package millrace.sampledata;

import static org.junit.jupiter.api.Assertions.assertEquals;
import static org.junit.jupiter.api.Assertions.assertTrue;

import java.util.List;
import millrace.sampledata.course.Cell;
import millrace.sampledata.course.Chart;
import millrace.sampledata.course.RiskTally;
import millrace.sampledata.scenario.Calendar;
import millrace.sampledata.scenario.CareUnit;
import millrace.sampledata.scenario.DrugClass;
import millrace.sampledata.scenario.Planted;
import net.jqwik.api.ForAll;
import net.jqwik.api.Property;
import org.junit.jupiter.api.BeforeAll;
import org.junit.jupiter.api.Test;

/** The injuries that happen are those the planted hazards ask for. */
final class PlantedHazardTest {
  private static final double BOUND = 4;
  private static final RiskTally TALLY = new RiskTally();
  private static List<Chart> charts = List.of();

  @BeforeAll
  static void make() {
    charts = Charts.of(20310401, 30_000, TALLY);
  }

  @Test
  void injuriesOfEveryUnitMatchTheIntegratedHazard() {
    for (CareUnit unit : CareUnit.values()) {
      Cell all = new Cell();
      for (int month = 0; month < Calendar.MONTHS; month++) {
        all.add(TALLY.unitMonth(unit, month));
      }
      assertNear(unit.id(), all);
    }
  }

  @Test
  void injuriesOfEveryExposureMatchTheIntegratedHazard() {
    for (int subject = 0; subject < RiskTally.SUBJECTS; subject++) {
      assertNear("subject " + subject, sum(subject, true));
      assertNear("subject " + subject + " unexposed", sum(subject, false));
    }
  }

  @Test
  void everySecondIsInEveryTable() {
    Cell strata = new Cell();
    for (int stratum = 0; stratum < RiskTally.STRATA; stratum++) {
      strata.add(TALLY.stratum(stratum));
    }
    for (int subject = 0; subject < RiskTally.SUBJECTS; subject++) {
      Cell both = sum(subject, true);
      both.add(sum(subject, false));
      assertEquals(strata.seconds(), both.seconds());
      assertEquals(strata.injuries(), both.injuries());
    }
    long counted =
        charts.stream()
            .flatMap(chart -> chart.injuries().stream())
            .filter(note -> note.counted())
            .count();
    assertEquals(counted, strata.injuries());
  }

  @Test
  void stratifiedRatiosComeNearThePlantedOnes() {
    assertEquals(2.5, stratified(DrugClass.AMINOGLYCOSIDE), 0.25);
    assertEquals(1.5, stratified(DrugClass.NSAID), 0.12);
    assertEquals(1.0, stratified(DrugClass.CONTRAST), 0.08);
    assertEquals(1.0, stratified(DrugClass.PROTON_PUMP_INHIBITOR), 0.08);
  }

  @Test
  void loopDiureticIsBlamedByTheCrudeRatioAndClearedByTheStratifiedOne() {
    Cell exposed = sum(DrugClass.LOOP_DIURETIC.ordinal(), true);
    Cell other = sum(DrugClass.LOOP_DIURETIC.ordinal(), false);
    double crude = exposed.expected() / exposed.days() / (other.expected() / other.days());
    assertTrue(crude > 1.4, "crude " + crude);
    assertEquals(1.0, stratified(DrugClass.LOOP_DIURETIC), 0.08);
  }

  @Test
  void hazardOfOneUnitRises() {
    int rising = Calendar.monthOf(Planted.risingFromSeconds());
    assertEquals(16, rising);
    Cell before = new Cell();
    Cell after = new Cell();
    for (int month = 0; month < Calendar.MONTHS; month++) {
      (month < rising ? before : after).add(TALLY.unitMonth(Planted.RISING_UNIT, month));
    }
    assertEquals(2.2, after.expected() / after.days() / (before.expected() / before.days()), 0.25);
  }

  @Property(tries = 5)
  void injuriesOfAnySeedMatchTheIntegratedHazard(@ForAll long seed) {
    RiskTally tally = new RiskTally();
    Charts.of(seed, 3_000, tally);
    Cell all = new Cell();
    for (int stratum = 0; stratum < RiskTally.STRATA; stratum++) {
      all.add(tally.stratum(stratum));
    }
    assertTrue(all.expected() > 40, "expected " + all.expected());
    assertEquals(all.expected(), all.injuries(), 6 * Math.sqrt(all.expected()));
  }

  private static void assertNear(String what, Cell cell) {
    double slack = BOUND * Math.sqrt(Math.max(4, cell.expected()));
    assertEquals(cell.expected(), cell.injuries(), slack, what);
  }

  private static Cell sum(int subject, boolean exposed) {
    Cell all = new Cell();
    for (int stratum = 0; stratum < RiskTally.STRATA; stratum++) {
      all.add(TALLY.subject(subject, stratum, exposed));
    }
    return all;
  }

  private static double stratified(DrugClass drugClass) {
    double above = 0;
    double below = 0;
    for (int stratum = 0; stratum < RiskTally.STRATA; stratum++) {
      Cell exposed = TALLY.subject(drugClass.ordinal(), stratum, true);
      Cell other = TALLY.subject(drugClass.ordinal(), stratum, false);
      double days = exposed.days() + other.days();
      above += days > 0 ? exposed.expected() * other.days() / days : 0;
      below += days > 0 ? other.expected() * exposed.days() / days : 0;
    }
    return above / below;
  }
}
—————
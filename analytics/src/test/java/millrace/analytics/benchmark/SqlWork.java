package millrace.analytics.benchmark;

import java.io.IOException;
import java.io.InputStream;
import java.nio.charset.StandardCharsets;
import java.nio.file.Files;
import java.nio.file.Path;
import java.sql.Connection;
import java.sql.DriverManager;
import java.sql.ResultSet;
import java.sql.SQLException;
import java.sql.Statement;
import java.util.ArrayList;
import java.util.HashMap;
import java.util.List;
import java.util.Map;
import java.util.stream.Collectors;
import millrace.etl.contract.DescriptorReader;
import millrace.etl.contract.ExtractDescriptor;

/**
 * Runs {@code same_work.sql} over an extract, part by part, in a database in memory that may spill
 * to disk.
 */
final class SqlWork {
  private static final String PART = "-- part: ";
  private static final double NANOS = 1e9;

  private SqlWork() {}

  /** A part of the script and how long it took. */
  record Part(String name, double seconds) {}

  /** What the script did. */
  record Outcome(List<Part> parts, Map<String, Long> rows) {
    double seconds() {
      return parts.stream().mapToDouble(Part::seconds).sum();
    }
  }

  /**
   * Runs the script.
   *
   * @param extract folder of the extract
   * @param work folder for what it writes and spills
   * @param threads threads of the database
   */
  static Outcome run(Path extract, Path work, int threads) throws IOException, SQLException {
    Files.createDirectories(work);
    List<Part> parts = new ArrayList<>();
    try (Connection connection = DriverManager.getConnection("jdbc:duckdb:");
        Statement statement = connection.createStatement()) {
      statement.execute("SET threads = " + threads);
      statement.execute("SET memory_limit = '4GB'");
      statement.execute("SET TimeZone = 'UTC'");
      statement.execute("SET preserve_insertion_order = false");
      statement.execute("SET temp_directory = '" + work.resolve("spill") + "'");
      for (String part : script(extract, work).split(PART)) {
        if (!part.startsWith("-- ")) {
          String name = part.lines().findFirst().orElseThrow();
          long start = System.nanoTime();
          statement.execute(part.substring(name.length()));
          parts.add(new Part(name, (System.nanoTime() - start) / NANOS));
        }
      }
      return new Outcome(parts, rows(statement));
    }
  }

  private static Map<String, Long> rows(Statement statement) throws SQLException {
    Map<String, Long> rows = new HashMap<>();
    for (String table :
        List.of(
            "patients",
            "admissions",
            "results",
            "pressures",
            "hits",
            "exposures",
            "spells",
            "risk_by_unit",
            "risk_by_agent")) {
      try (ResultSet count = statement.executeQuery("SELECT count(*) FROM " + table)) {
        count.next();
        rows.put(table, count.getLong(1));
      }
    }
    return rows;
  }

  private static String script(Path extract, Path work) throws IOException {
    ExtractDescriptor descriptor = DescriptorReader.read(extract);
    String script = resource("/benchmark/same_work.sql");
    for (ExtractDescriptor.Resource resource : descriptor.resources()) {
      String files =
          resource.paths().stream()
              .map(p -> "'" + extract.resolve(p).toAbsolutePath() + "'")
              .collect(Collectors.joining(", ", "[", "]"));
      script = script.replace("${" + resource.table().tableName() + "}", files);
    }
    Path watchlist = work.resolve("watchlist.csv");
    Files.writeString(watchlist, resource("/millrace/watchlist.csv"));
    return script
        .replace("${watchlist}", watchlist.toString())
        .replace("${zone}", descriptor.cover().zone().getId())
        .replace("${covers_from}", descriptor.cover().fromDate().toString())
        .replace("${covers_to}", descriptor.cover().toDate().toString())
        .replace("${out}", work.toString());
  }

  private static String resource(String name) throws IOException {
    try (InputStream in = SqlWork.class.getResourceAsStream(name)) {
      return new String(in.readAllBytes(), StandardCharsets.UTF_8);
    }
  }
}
—————
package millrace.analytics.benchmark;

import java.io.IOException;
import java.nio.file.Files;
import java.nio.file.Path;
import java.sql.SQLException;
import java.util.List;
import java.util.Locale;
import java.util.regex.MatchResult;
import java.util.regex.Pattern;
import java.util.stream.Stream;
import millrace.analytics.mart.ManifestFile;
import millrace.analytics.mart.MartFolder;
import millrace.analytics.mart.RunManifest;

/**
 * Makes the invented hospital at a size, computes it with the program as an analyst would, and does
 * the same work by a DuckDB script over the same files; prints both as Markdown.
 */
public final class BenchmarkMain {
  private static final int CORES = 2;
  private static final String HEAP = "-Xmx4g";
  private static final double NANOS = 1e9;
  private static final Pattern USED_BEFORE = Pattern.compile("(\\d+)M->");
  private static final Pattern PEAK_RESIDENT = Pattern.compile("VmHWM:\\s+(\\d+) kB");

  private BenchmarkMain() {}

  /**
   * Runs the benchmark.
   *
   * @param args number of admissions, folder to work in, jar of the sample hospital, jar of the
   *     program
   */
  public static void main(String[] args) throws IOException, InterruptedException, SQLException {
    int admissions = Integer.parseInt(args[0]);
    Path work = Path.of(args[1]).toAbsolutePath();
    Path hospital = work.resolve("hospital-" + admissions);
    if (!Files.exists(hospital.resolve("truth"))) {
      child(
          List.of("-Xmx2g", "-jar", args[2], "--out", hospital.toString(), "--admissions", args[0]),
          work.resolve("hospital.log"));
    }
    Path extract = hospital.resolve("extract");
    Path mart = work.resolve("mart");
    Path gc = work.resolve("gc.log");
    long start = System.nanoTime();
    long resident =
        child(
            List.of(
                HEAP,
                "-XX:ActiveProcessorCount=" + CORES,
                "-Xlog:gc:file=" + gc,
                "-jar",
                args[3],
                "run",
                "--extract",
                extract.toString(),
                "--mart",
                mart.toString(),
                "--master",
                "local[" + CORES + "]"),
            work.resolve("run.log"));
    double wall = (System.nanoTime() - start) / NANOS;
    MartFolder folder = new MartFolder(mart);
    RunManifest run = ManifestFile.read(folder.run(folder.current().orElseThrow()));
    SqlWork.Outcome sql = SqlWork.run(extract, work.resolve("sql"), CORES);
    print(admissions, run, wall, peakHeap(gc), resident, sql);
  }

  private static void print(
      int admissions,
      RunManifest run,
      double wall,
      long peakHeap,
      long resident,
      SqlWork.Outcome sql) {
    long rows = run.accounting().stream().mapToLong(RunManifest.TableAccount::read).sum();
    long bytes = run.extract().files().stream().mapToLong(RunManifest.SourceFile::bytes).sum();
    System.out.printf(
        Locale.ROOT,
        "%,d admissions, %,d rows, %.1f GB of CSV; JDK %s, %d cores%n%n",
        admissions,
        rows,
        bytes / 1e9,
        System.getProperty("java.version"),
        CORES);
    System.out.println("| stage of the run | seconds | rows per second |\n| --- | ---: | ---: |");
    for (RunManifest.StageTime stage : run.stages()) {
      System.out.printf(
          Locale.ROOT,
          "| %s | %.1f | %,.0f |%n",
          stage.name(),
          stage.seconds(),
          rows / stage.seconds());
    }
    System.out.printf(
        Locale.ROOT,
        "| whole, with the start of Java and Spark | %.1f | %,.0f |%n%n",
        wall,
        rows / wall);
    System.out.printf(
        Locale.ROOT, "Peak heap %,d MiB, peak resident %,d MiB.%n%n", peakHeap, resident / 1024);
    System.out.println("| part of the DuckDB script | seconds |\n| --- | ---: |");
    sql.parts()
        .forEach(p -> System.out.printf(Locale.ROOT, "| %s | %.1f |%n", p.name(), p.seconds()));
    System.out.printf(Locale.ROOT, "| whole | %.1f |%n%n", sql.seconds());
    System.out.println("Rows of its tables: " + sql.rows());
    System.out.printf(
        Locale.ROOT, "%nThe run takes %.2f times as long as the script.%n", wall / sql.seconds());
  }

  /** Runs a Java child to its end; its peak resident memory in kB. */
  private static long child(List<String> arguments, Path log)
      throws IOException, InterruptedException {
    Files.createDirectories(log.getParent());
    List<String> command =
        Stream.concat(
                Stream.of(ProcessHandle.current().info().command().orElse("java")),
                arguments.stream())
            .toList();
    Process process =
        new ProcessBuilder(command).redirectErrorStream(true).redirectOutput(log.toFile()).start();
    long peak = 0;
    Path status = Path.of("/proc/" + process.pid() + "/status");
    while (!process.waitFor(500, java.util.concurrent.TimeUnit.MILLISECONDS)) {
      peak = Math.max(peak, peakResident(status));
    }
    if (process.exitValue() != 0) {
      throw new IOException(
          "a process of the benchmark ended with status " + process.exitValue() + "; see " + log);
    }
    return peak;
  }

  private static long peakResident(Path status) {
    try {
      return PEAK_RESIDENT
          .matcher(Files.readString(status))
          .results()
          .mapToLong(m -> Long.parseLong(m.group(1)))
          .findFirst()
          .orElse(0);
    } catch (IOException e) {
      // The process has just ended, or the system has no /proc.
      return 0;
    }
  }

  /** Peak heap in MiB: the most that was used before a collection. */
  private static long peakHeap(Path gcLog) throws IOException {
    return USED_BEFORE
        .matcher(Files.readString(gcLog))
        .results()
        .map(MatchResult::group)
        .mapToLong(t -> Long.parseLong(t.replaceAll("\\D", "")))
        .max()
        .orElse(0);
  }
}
—————
● Task statement:
Go through the material and copy each line in which the word "readString" occurs.

● Result of the task:
          .matcher(Files.readString(status))
        .matcher(Files.readString(gcLog))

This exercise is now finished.